N° 587 | du 6 septembre 2001 | Numéro épuisé

Dossiers

Le 6 septembre 2001

Des enfants handicapés et valides dans une même cité scolaire

Katia Rouff

Thème : Intégration scolaire

L’établissement Toulouse-Lautrec à Vaucresson (92) propose aux élèves handicapés moteurs un lieu de vie adapté à leurs besoins, du cours préparatoire au BTS. Il accueille également des élèves ordinaires, à l’aise au milieu d’une différence qu’ils ne ressentent plus

« Le coupable est Monsieur Voiessansissue », affirme Pauline, lunettes et chaussures roses, socquettes blanches, barrette en cœur. Cet après-midi, dans la classe de CM1, les élèves lisent « Rififi au collège », un polar. Petite et chaleureuse, la classe affiche les règles de grammaire, les photos d’un séjour au parc de France Miniature, les dessins d’enfants et les tableaux de maîtres. La plupart des 12 élèves sont en fauteuil, certains serrés dans un corset. Le clavier de l’ordinateur remplace parfois le stylo. Tables en bois et tableau à craie, la classe fait partie de l’établissement régional d’enseignement adapté (Eréa) Toulouse-Lautrec [1], près de Paris. Dehors, dans un cadre verdoyant, des élèves s’affairent autour du baby, discutent, jouent ou poussent le fauteuil d’un camarade.

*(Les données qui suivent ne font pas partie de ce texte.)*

def _horizontal(ds, da, src, theirs):
    """Names of the latitude and longitude dimensions of ``da`` (CF: by standard name or units)."""
    found = {}
    for dim in da.dims:
        if dim not in ds.coords:
            continue
        c = ds[dim]
        std = str(c.attrs.get("standard_name", "")).lower()
        units = str(c.attrs.get("units", "")).lower()
        if std == "latitude" or units in ("degrees_north", "degree_north", "degrees_n") or dim in ("lat", "latitude"):
            found["lat"] = dim
        elif std == "longitude" or units in ("degrees_east", "degree_east", "degrees_e") or dim in ("lon", "longitude"):
            found["lon"] = dim
    if set(found) != {"lat", "lon"}:
        raise InputDataError(f"{src}: variable {theirs!r} has dimensions {da.dims}; allowed: time only, or time "
                             "with latitude and longitude coordinates (CF standard_name or degrees_north/east units)")
    return found["lat"], found["lon"]


def _nearest(src, axis, values, wanted, periodic):
    """Index of the file cell nearest each wanted coordinate; refused beyond half a file spacing."""
    v = np.asarray(values, dtype=float)
    w = np.asarray(wanted, dtype=float)
    d = v[None, :] - w[:, None]
    if periodic:
        d = (d + 180.0) % 360.0 - 180.0
    idx = np.argmin(np.abs(d), axis=1)
    step = float(np.median(np.abs(np.diff(np.sort(v))))) if v.size > 1 else 360.0
    far = np.abs(d[np.arange(w.size), idx]) > 0.5 * step + 1e-6
    if np.any(far):
        k = int(np.flatnonzero(far)[0])
        raise InputDataError(f"{src}: does not cover {axis} {w[k]:g} (nearest {v[idx[k]]:g}, file spacing "
                             f"{step:g} degrees)")
    return idx


def _interp_cells(src, t_file, v, t_clock, qty, colname, gap_policy, max_gap_s):
    """Check one quantity [file time, cell] and interpolate it onto the clock, all cells at once."""
    lo, hi = _CELL_RANGES[qty]
    nan = np.isnan(v)
    bad = ~nan & ~((v >= lo) & (v <= hi))
    if np.any(bad):
        i, c = (int(x[0]) for x in np.nonzero(bad))
        raise InputDataError(f"{src}: index {i}, cell {c}, variable {colname!r}: {float(v[i, c])!r} (as {qty}) is "
                             f"outside the allowed {lo:g}-{hi:g}")
    if np.any(nan):
        if gap_policy == "refuse":
            i, c = (int(x[0]) for x in np.nonzero(nan))
            raise InputDataError(f"{src}: index {i}, cell {c}, variable {colname!r}: missing value; gap_policy "
                                 "'refuse' (use 'interpolate' with max_gap_s)")
        out = np.empty((t_clock.size, v.shape[1]))
        for c in np.flatnonzero(nan.any(axis=0)):  # only cells with gaps, one at a time
            out[:, c] = _assemble(src, t_file, {qty: (v[:, c], colname)}, _ClockTimes(t_clock), gap_policy,
                                  max_gap_s, lambda i, c=c: f"index {i}, cell {c}", as_series=False)[qty]
        clean = ~nan.any(axis=0)
    else:
        out = np.empty((t_clock.size, v.shape[1]))
        clean = np.ones(v.shape[1], bool)
    # one set of interpolation weights for every clean cell
    j = np.clip(np.searchsorted(t_file, t_clock, side="right") - 1, 0, t_file.size - 2)
    w = (t_clock - t_file[j]) / (t_file[j + 1] - t_file[j])
    out[:, clean] = v[j][:, clean] * (1.0 - w[:, None]) + v[j + 1][:, clean] * w[:, None]
    return out


class _ClockTimes:
    """A stand-in clock holding only ``time_s`` (for :func:`_assemble` on one cell)."""

    def __init__(self, t):
        self.time_s = t
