@dataclass(frozen=True)
class WaterSettings:
    """Settings of the near-surface air and the regolith water (SI units), with their sources.

    * ``wind_m_s`` 3 m s-1 at the sensor height: Viking Lander 1's mean of its first 20 sols,
      2.4 m s-1, and "a few m s-1" at both landers (Hess et al. 1976, 1977, read).
    * ``roughness_m`` 1 cm, likely ~1 cm at Viking Lander 2 (Tillman et al. 1994, read);
      ``thermal_roughness_m`` equal (common practice).
    * ``sensor_height_m`` 1.6 m: the Viking and Curiosity sensors.
    * ``air_layer_m`` 50 m, ``air_relaxation_s`` 2 h (ground warmer than the air) and
      ``air_relaxation_night_s`` 30 h: the one-node air layer, fitted by this project to
      published 1.6-m air temperature ranges at Gale, Viking 1 and 2 and Phoenix (rms ~7 K;
      ``scripts/validate_mars.py`` shows each).
    * ``day_layer_m`` 4 km: Gale's well-mixed daytime layer (Savijarvi et al. 2015, read; 4-6 km
      over low terrain, Hinson et al. 2008, read); ``night_layer_m`` 200 m: the depleted night
      layer at Phoenix (Savijarvi et al. 2020, read).
    * ``growth_time_s`` 3 h (the day layer reached by late morning), ``mixing_time_s`` 1 h
      (convective turnover of the day layer) and ``stable_mixing_time_s`` 10 sols (slow exchange
      of a stable layer with the air above): order-of-magnitude choices of this project.
    * ``dust_omega`` 0.9, ``cp_air``: see :mod:`~wetcycle.forcing.atmosphere`.
    * ``tortuosity`` 2 (1.5-3 measured in Mars soil simulants, Hudson et al. 2007, from memory),
      ``pore_radius_m`` 5 um (fine-grained regolith, from memory); together with porosity 0.35
      they give 1.3 cm2 s-1, within the 1.74 +- 0.70 measured for JSC Mars-1 (Chevrier et al.
      2007, read).
    * ``langmuir_k_ref_pa`` 0.2 Pa-1 at ``langmuir_t_ref_k`` 200 K: tuned by this project so that
      Gale's night relative humidity and Phoenix's night vapour and frost onset match (see the
      README comparison); ``adsorption_heat_j_mol`` 56 kJ mol-1 from a Langmuir fit to Phoenix
      humidity data (Conner, Farris & Chevrier 2015, LPSC, read).  The coverage the pair
      implies (~1 % at 200 K and 0.05 Pa) is below that fit's 15 %: the two are not reconciled.
    * ``vapour_depth_m`` 0.3 m: several times the depth adsorbed water exchanges with the air
      over a year (~5 cm for an effective diffusivity of ~3e-11 m2 s-1, Chevrier et al. 2007
      range, read).
    The remaining fields are set by :func:`wetcycle.forcing.driver.prepare_forcing`.
    """

    wind_m_s: float = 3.0
    roughness_m: float = 0.01
    thermal_roughness_m: float = 0.01
    sensor_height_m: float = 1.6
    air_layer_m: float = 50.0
    air_relaxation_s: float = 2.0 * 3600.0
    air_relaxation_night_s: float = 30.0 * 3600.0
    sol_s: float = 88775.244
    steps_per_sol: int = 96
    lapse_rate_k_m: float = 2.5e-3
    constant_mixing_ratio: float = -1.0
    day_layer_m: float = 4000.0
    night_layer_m: float = 200.0
    growth_time_s: float = 3.0 * 3600.0
    mixing_time_s: float = 3600.0
    stable_mixing_time_s: float = 10.0 * 88775.244
    dust_omega: float = DUST_SINGLE_SCATTERING_ALBEDO
    cp_air: float = CP_AIR_MARS
    tortuosity: float = 2.0
    pore_radius_m: float = 5e-6
    langmuir_k_ref_pa: float = 0.2
    langmuir_t_ref_k: float = 200.0
    adsorption_heat_j_mol: float = 56000.0
    vapour_depth_m: float = 0.3


@dataclass(frozen=True)
class ColumnModel:
    """Everything fixed for a chunk (build with :func:`prepare_column`)."""

    energy: object                 # energy.EnergyModel (columns, factors, radiative constants)
    settings: WaterSettings
    porosity: np.ndarray           # [cell]
    capacity: np.ndarray           # [cell] monolayer capacity [kg m-3]
    n_vapour: int
    control_volume: np.ndarray     # [nv, cell] [m]
    next_distance: np.ndarray      # [nv, cell] [m]
    gravity: float
    r_air: float
    _blocked: dict = field(default_factory=dict, init=False, repr=False, compare=False)

    @property
    def n_cells(self):
        return self.porosity.size
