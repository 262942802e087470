"""Water in the regolith pores: vapour diffusion, adsorption on grains, pore ice.

Method
------
Water per unit bulk volume at a node, ``W = phi rho_v + a(rho_v, T) + i``
[kg m-3]: pore vapour (porosity ``phi``, vapour density ``rho_v``), water
adsorbed on the grains ``a`` and pore ice ``i``.  Adsorption is taken to be in
equilibrium with the pore vapour at every step (Langmuir isotherm, below);
ice forms where the pore vapour would pass ice saturation,
``rho_v <= rho_sat(T) = p_ice(T) / (R_v T)`` (Murphy & Koop 2005).  The total
``W`` moves by Fickian diffusion of the pore vapour,

    d W / d t = d/dz ( D_eff d rho_v / dz ),

the standard form of 1-D Mars regolith-atmosphere exchange models (e.g.
Zent, A. P. et al. (1993), J. Geophys. Res. 98, 3319; Jakosky, B. M. et al.
(1997), Icarus 130, 87-95; Savijärvi, H. et al. (2016), Icarus 265, 63-69;
form common practice), with the effective diffusivity of a porous medium in
the transition regime, ``D_eff = (phi / tau) (1/D_m + 1/D_K)**-1`` (tortuosity
``tau``; molecular diffusivity of H2O in CO2
``D_m = 1.387e-5 (T / 273.15)**1.5 (1e5 / p)`` m2 s-1, the fit commonly
attributed to Hecht, M. H. (2002), Icarus 156, 373-386, from memory; Knudsen
diffusivity ``D_K = (2/3) r_p sqrt(8 R T / (pi M_w))`` for pores of radius
``r_p``, common practice).

Langmuir isotherm (Langmuir, I. (1918), J. Am. Chem. Soc. 40, 1361; common
practice), with a heat of adsorption ``q``:

    a = A K p / (1 + K p),   K(T) = K_ref exp[(q / R) (1/T - 1/T_ref)],   p = rho_v R_v T,

``A`` [kg m-3] the water held by a full monolayer per bulk volume.  For a given
``W`` and ``T`` the partition is closed-form (a quadratic in ``rho_v``; see
:func:`partition`), and the storage capacity ``dW/drho_v = phi + A k / (1 + k
rho_v)**2`` (``k = K R_v T``) is what the implicit diffusion step uses.

Time stepping (in :mod:`wetcycle.forcing.column`): backward Euler on the
linearised storage: each node is first re-partitioned at its new
temperature (so warming releases adsorbed water), the tridiagonal system in
``rho_v`` is solved, and ``W`` is then updated from the fluxes of the solved
field -- exactly conservative: what leaves one node enters its neighbour.

Validity: 110-300 K (the table of ice saturation), pore radius 1e-8 to 1e-3 m,
porosity 0.01-0.9.
"""

from __future__ import annotations

import math

import numpy as np
from numba import njit

from ..water import MOLAR_MASS_WATER, psat_ice_kernel, psat_liquid_kernel

#: Molar gas constant [J mol-1 K-1] (CODATA 2018, exact).
R_GAS = 8.314462618
#: Specific gas constant of water vapour [J kg-1 K-1].
R_VAPOUR = R_GAS / MOLAR_MASS_WATER
#: Molecular diffusivity of H2O in CO2 at 273.15 K and 1e5 Pa [m2 s-1] (Hecht 2002, from memory).
D_H2O_CO2_REF = 1.387e-5
#: Storage capacity standing for "pore ice present" (vapour pinned at saturation) [-].
ICE_CAPACITY = 1.0e12

#: Table of the vapour density at ice saturation (liquid above the triple point), for use
#: inside kernels: rho_sat(T) = p_sat(T) / (R_v T) on 100.0 ... 320.0 K every 0.05 K; linear
#: interpolation errs by < 1e-4 relative at 110 K and < 1e-5 above 180 K (checked in the tests
#: against Murphy & Koop).
RHO_SAT_T0 = 100.0
RHO_SAT_DT = 0.05
_n_tab = int(round((320.0 - RHO_SAT_T0) / RHO_SAT_DT)) + 2
TABLE_T = RHO_SAT_T0 + RHO_SAT_DT * np.arange(_n_tab)


def _rho_sat_table():
    out = np.empty(_n_tab)
    for i, ti in enumerate(TABLE_T):
        tc = max(ti, 110.0)     # Murphy & Koop's ice formula holds from 110 K; below, the
        p = psat_ice_kernel(tc) if tc <= 273.16 else psat_liquid_kernel(tc)
        if ti < 110.0:          # 100-110 K: Clausius-Clapeyron continuation (flagged range)
            p = p * math.exp(-6140.0 * (1.0 / ti - 1.0 / 110.0))
        out[i] = p / (R_VAPOUR * ti)
    return out


RHO_SAT_TABLE = _rho_sat_table()
RHO_SAT_TABLE.setflags(write=False)


@njit(cache=True, fastmath=True, inline="always")
def rho_sat(t, table):
    """Vapour density at ice saturation [kg m-3] from :data:`RHO_SAT_TABLE` (T clamped to 100-320 K)."""
    x = (t - RHO_SAT_T0) * (1.0 / RHO_SAT_DT)
    x = min(max(x, 0.0), table.size - 2.0)
    i = int(x)
    f = x - i
    return table[i] + f * (table[i + 1] - table[i])


def water_tables(k_ref, q_over_r, t_ref):
    """Kernel tables on :data:`TABLE_T`: row 0 rho_sat(T) [kg m-3], row 1 the Langmuir
    k(T) = K(T) R_v T [m3 kg-1] for the given isotherm (linear interpolation; < 1e-5 relative)."""
    tab = np.empty((2, _n_tab))
    tab[0] = RHO_SAT_TABLE
    tab[1] = k_ref * np.exp(q_over_r * (1.0 / TABLE_T - 1.0 / t_ref)) * R_VAPOUR * TABLE_T
    return tab


@njit(cache=True, fastmath=True, inline="always")
def table_lookup(t, tab):
    """(rho_sat, k) at temperature ``t`` from :func:`water_tables` (T clamped to 100-320 K)."""
    x = (t - RHO_SAT_T0) * (1.0 / RHO_SAT_DT)
    x = min(max(x, 0.0), tab.shape[1] - 2.0)
    i = int(x)
    f = x - i
    return (tab[0, i] + f * (tab[0, i + 1] - tab[0, i]), tab[1, i] + f * (tab[1, i + 1] - tab[1, i]))


@njit(cache=True, fastmath=True, inline="always")
def langmuir_k(t, k_ref, q_over_r, t_ref):
    """``k = K(T) R_v T`` [m3 kg-1]: the Langmuir constant per unit vapour density."""
    return k_ref * math.exp(q_over_r * (1.0 / t - 1.0 / t_ref)) * R_VAPOUR * t


@njit(cache=True, fastmath=True, inline="always")
def partition(w, t, phi, cap_a, k, rsat):
    """Split water ``w`` [kg m-3] at temperature ``t`` into vapour, adsorbate and ice.

    Parameters
    ----------
    w : float [kg m-3]     total water per bulk volume, >= 0
    t : float [K]
    phi : float [-]        porosity
    cap_a : float [kg m-3] monolayer capacity A (0: no adsorption)
    k : float [m3 kg-1]    from :func:`langmuir_k`
    rsat : float [kg m-3]  vapour density at ice saturation

    Returns
    -------
    rho_v [kg m-3], adsorbed [kg m-3], ice [kg m-3], capacity dW/drho_v [-]
    """
    if w <= 0.0:                                       # (only transiently, within an implicit step)
        return w / phi, 0.0, 0.0, phi + cap_a * k
    w_sat = phi * rsat + cap_a * k * rsat / (1.0 + k * rsat)
    if w >= w_sat:
        return rsat, cap_a * k * rsat / (1.0 + k * rsat), w - w_sat, ICE_CAPACITY
    b = phi + cap_a * k - w * k
    x = 2.0 * w / (b + math.sqrt(b * b + 4.0 * phi * k * w))
    den = 1.0 + k * x
    return x, w - phi * x, 0.0, phi + cap_a * k / (den * den)


#: ``D_m = _DM_COEF T**1.5 / p`` and ``D_K = _DK_COEF r_p sqrt(T)`` (SI units; the two
#: diffusivities of the module notes with their constants gathered).
_DM_COEF = D_H2O_CO2_REF * 1.0e5 / 273.15 ** 1.5
_DK_COEF = (2.0 / 3.0) * math.sqrt(8.0 * R_GAS / (math.pi * MOLAR_MASS_WATER))


@njit(cache=True, fastmath=True, inline="always")
def effective_diffusivity(t, p, phi_over_tau, pore_radius):
    """``D_eff`` [m2 s-1]: (phi/tau) times molecular and Knudsen diffusion in series.

    ``D_m D_K / (D_m + D_K)`` with ``D_m = a T sqrt(T) / p`` and ``D_K = b r_p sqrt(T)`` is
    evaluated as ``sqrt(T) (a T)(b r_p) / (a T + b r_p p)``: the same expression with one
    square root and one division (it runs per node and step in the column kernel)."""
    st = math.sqrt(t)
    at = _DM_COEF * t
    br = _DK_COEF * pore_radius
    return phi_over_tau * st * at * br / (at + br * p)


def water_content(rho_v, t, phi, cap_a, k_ref, q_over_r, t_ref):
    """Total water [kg m-3] holding pore vapour ``rho_v`` at ``t`` (NumPy; for set-up and tests)."""
    rho_v = np.asarray(rho_v, dtype=float)
    t = np.asarray(t, dtype=float)
    k = k_ref * np.exp(q_over_r * (1.0 / t - 1.0 / t_ref)) * R_VAPOUR * t
    return phi * rho_v + cap_a * k * rho_v / (1.0 + k * rho_v)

« Dans notre établissement, les relations entre enfants handicapés et valides se passent très bien. Les enfants handicapés accueillent leurs camarades valides, à l’inverse du milieu scolaire traditionnel », souligne Danièle Durif-Ferniot, proviseur. En effet, depuis sa création en 1980, l’établissement, déclaré mixte, accueille en priorité les enfants handicapés et complète ses effectifs avec des enfants valides. Il compte 420 élèves, 300 handicapés moteurs (IMC, myopathies, séquelles de poliomyélites, paraplégie, tétraplégie…) et 120 valides.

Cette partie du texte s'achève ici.